- Born: 1 October 1960 (age 65) Lagos
- Citizenship: Nigerian
- Education: Odu-Abore Memorial Primary School, Iyala
- Alma mater: The Polytechnic, Ibadan Olabisi Onabanjo University University of Abuja
- Occupations: Politician; businessman;
- Political party: All Progressives Congress (APC)

= James Owolabi =

Nigerian politician (born 1960)

James Adisa Owolabi (born 1 October 1960) is a businessman and a Nigerian politician serving as the Federal Representative for the Ifako Ijaiye constituency in the 9th Nigerian National Assembly at the House of Representatives. A member of the All Progressives Congress (APC), Owolabi serves on the Pilgrims Affairs Committee and is its vice chairman until May 2023.

==Education and early career==
Owolabi was born in Lagos and began his primary education at Odu-Abore Memorial Primary School in Iyala Mushin. He later pursued his secondary education at Mutailatu College in Ibadan. He holds a National diploma (ND) and a Higher National diploma (HND) in Public Administration from the Polytechnic in Ibadan, as well as a Postgraduate Diploma in Public Administration from Olabisi Onabanjo University (OOU), Ago-Iwoye. He went on to obtain a Master's degree in Public Administration from the University of Abuja.

==Political career==
Owolabi has been an active politician since 1990, serving as party secretary for Agege local government under Social Democratic Party (SDP) in 1992. He was a Councilor in the Agege local government under the Zero party platform in 1996 to 1997 aftermath the local government elections. He was appointed political adviser to the Executive Chairman Ifako-Ijaiye local government from 1998 - 2003 during Adefolabi's tenure as the chairman of Ifako Ijaiye LGA. Yet again, he was appointed political adviser to the Chairman of Ojokoro LCDA under Ifako-Ijaiye local government from 2004 to 2007. Notably, Owolabi served as legislative aide during the 6th Nigerian National Assembly to Honourable Morufdeen Adeola Adefolabi, member of the House of Representatives representing the Ifako-Ijaiye Federal Constituency (2007 - 2011). Again, he was appointed Senior Legislative Aide during the 8th Nigerian National Assembly to Honourable Elijah Olu Adewale, member of the House of Representatives representing Ifako-Ijaiye Federal Constituency (2015 - 2016) who slumped and died in his house.

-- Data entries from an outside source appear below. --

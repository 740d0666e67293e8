/**
 * Every scheme on a body of the tests' own, a rod with a source: what stepping asks of a body is enough, and no more than the contract.
 * Manufactured solution −T″ = g, T = sin 2x + x²: common practice, no source.
 */
import { describe, expect, it } from 'vitest';
import type { SchemeSettings } from '../../../solver/stepping';
import { RodWithSource, type RodEnd } from '../../support/solverRod';
import { interval, march } from '../../support/solverTools';

const exact = (x: number): number => Math.sin(2 * x) + x * x;
const source = (x: number): number => 4 * Math.sin(2 * x) - 2;
const flux = 2 * Math.cos(2) + 2;

/** Largest error of the steady state, which one step of backward Euler reaches if it is long enough. */
function steadyError(elements: number, end: RodEnd): number {
  const rod = new RodWithSource(elements, end, source);
  const { state } = march(rod, { scheme: 'implicit', step: 1e12 }, [interval(1e12)]);
  return state.unknowns.reduce((most, value, i) => Math.max(most, Math.abs(value - exact(i / elements))), 0);
}

const halfCell: RodEnd = { flux, formula: 'halfCell' };
const oneSided: RodEnd = { flux, formula: 'oneSided' };

describe('the steady state of a rod with a source', () => {
  it.each<[string, RodEnd, number, number[]]>([
    ['both ends held', { held: exact(1) }, 100, [0.00129199, 1.30367e-5, 1.30365e-7]],
    ['a flux by the balance of a half cell, or a fictitious node', halfCell, 100, [0.00144732, 1.44747e-5, 1.44742e-7]],
    ['a flux by a one-sided difference', oneSided, 10, [0.0815986, 0.00818338, 0.000818569]],
  ])('%s: ten times finer divides the error as the theory says', (_, end, ratio, listed) => {
    const errors = [10, 100, 1000].map((elements) => steadyError(elements, end));
    errors.forEach((error, i) => expect(Math.abs(error / listed[i] - 1)).toBeLessThan(0.01));
    expect(errors[0] / errors[1] / ratio).toBeGreaterThan(0.8);
    expect(errors[0] / errors[1] / ratio).toBeLessThan(1.2);
    expect(Math.abs(errors[1] / errors[2] / ratio - 1)).toBeLessThan(0.05);
  });

  it('runs into rounding on too fine a grid', () => {
    // By order alone 100 000 elements would err by 1.4e-11.
    expect(steadyError(100_000, halfCell)).toBeGreaterThan(1e-10);
  });
});

const schemes: SchemeSettings[] = [
  { scheme: 'explicit', step: 0.004 },
  { scheme: 'implicit', step: 0.01 },
  { scheme: 'crankNicolson', step: 0.01, dampedSteps: 4 },
  { scheme: 'crankNicolson', step: 0.01, dampedSteps: 0 },
  { scheme: 'automatic', accuracy: 1e-4 },
];

describe.each(schemes)('a rod that comes to its steady state: $scheme', (settings) => {
  const rod = () => new RodWithSource(10, halfCell, source);

  it('keeps account of faces and source at every step', () => {
    let steps = 0;
    const { loop } = march(rod(), settings, [interval(3), interval(6, 3)], undefined, () => {
      steps++;
    });
    const { closure, through, stored } = loop.audit.figures(loop.time);
    expect(closure).toBeLessThan(1e-12);
    expect(through[2]).toBeGreaterThan(1);
    expect(stored).toBeGreaterThan(0.1);
    expect(loop.steps).toBe(steps);
  });

  it('comes to the steady state of its grid, whatever the scheme', () => {
    const { state } = march(rod(), settings, [interval(20)]);
    const steady = march(rod(), { scheme: 'implicit', step: 1e12 }, [interval(1e12)]).state;
    state.unknowns.forEach((value, i) => expect(Math.abs(value - steady.unknowns[i])).toBeLessThan(2e-4));
  });
});
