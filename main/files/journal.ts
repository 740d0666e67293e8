/**
 * The journal of unsaved work: the latest state of the plan, beside the settings and never over the user's own file.
 *
 * Its first line is the checksum of the rest, so that a torn or edited journal is not offered as somebody's work.
 */
import { createHash } from 'node:crypto';
import { readFile, rm } from 'node:fs/promises';
import { saveText } from './save';
import { inTurns } from './turns';

export interface JournalRecord {
  title: string;
  /** ISO date and time of the last edit. */
  edited: string;
  text: string;
  fileName: string | null;
}

export interface Journal {
  write(record: JournalRecord): Promise<void>;
  /** The last record, or null where there is none or it is damaged. */
  read(): Promise<JournalRecord | null>;
  clear(): Promise<void>;
}

/** A journal kept in the file at `store`; a write waits for the one before. */
export function createJournal(store: string): Journal {
  const inTurn = inTurns();
  return {
    write: (record) =>
      inTurn(async () => {
        const body = JSON.stringify(record);
        await saveText(store, `${checksum(body)}\n${body}\n`);
      }),
    read: () => inTurn(() => readRecord(store)),
    clear: () => inTurn(() => rm(store, { force: true })),
  };
}

const checksum = (body: string): string => createHash('sha256').update(body).digest('hex');

async function readRecord(store: string): Promise<JournalRecord | null> {
  const content = await readFile(store, 'utf8').catch(() => '');
  const [sum, body] = content.split('\n');
  if (body === undefined || sum !== checksum(body)) return null;
  return JSON.parse(body) as JournalRecord;
}
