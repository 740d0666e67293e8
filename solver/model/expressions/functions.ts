/** The functions and constants that an expression may use. Angles in radians. */
export const FUNCTIONS: Readonly<
  Record<string, { arguments: [least: number, most: number]; apply: (...x: number[]) => number }>
> = {
  abs: { arguments: [1, 1], apply: Math.abs },
  sqrt: { arguments: [1, 1], apply: Math.sqrt },
  cbrt: { arguments: [1, 1], apply: Math.cbrt },
  exp: { arguments: [1, 1], apply: Math.exp },
  log: { arguments: [1, 1], apply: Math.log },
  log10: { arguments: [1, 1], apply: Math.log10 },
  sin: { arguments: [1, 1], apply: Math.sin },
  cos: { arguments: [1, 1], apply: Math.cos },
  tan: { arguments: [1, 1], apply: Math.tan },
  tanh: { arguments: [1, 1], apply: Math.tanh },
  atan: { arguments: [1, 1], apply: Math.atan },
  min: { arguments: [1, 8], apply: Math.min },
  max: { arguments: [1, 8], apply: Math.max },
  pow: { arguments: [2, 2], apply: Math.pow },
};

export const CONSTANTS: Readonly<Record<string, number>> = { pi: Math.PI, e: Math.E };
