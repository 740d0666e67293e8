/** Doors of expressions: what a person may write, checked and made into a function of numbers. */
export { readExpression, type Compiled, type ReadExpression } from './expression';
export { evaluatorOf } from './evaluator';
export { FUNCTIONS } from './functions';
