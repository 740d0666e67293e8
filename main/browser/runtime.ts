/** Whether the desktop's runtime is on this machine: its package brings only a downloader, and the download may have failed. */
import { existsSync, readFileSync } from 'node:fs';
import { join } from 'node:path';

/** `missing` goes into brackets of a sentence for the person. */
export type Runtime = { kind: 'found'; program: string } | { kind: 'missing'; reason: string };

/** `packageFolder` is that of the runtime's package; `override` the folder of a runtime kept elsewhere. */
export function findRuntime(packageFolder: string, override: string | undefined): Runtime {
  const pathFile = join(packageFolder, 'path.txt');
  const named = existsSync(pathFile) ? readFileSync(pathFile, 'utf8').trim() : null;
  if (override !== undefined)
    return check(
      join(override, named ?? programName(process.platform)),
      'not at the place that ELECTRON_OVERRIDE_DIST_PATH names',
    );
  if (named === null) return { kind: 'missing', reason: 'its download was not made; "npx install-electron" makes it' };
  return check(join(packageFolder, 'dist', named), 'its download is not complete; "npx install-electron" makes it anew');
}

const check = (program: string, reason: string): Runtime =>
  existsSync(program) ? { kind: 'found', program } : { kind: 'missing', reason };

function programName(platform: NodeJS.Platform): string {
  if (platform === 'darwin') return 'Electron.app/Contents/MacOS/Electron';
  return platform === 'win32' ? 'electron.exe' : 'electron';
}
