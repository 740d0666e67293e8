import { describe, expect, it } from 'vitest';
import { StepController } from '../../../solver/stepping/stepController';

const started = (first = 1): StepController => {
  const controller = new StepController(4);
  controller.limit(first);
  return controller;
};

describe('the step controller', () => {
  it('starts no longer than it is limited to, and never longer than what is left', () => {
    expect(started(2).propose(100)).toBe(2);
    expect(started(200).propose(100)).toBe(100);
  });

  it('goes to the edge where a step would nearly get there, and halves what is less than two steps', () => {
    expect(started(0.9995).propose(1)).toBe(1);
    expect(started(0.8).propose(1)).toBe(0.5);
    expect(started(0.4).propose(1)).toBe(0.4);
  });

  it('takes the step at which the error would just do, with a margin: error^(−1/5)', () => {
    const controller = started();
    controller.accept(1, 1);
    expect(controller.next).toBeCloseTo(0.9, 6);
    controller.accept(0.9, 2 ** -5);
    expect(controller.next).toBeCloseTo(0.9 * 0.9 * 2, 6);
  });

  it('grows six times at most, and shrinks five times at most after acceptance', () => {
    const controller = started();
    controller.accept(1, 0);
    expect(controller.next).toBeCloseTo(6, 5);
    controller.accept(6, 1e9);
    expect(controller.next).toBeCloseTo(1.2, 6);
  });

  it('shrinks after a rejection, ten times at most, and always', () => {
    const controller = started();
    controller.reject(1, 32);
    expect(controller.next).toBeCloseTo(0.45, 6);
    controller.reject(0.45, Infinity);
    expect(controller.next).toBeCloseTo(0.045, 6);
    controller.reject(1, 0.5);
    expect(controller.next).toBeLessThan(1);
  });

  it('does not grow in the step after a rejection', () => {
    const controller = started();
    controller.reject(1, 32);
    controller.accept(0.45, 1e-6);
    expect(controller.next).toBeCloseTo(0.45, 6);
    controller.accept(0.45, 1e-6);
    expect(controller.next).toBeCloseTo(6 * 0.45, 6);
  });

  it('keeps what it wanted when an edge cut the step short', () => {
    const controller = started(10);
    expect(controller.propose(1)).toBe(1);
    controller.accept(1, 0.5);
    expect(controller.next).toBe(10);
  });

  it('is limited again where something jumps', () => {
    const controller = started(10);
    controller.limit(0.01);
    expect(controller.propose(100)).toBe(0.01);
    controller.limit(5);
    expect(controller.propose(100)).toBe(0.01);
  });
});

In 2019, Owolabi emerged victorious in the House of Representatives election as the representative of the Ifako-Ijaiye Federal constituency defeating Mrs. Fatimah Mohamed, the Candidate of Peoples Democratic Party (PDP). However, in 2022, his attempt to be reelected and continue representing his constituency was cut short during the party primaries election. Hon. Benjamin Adeyemi Olabinjo defeated him to become the candidate of the All Progressives Congress (APC) for the Ifako-Ijaye Federal constituency in Lagos State.

Concerned about the ecological degradation in his constituency, Owolabi proposed a motion of urgent public importance regarding the areas in Ifako-Ijaiye that have been affected by ecological issues.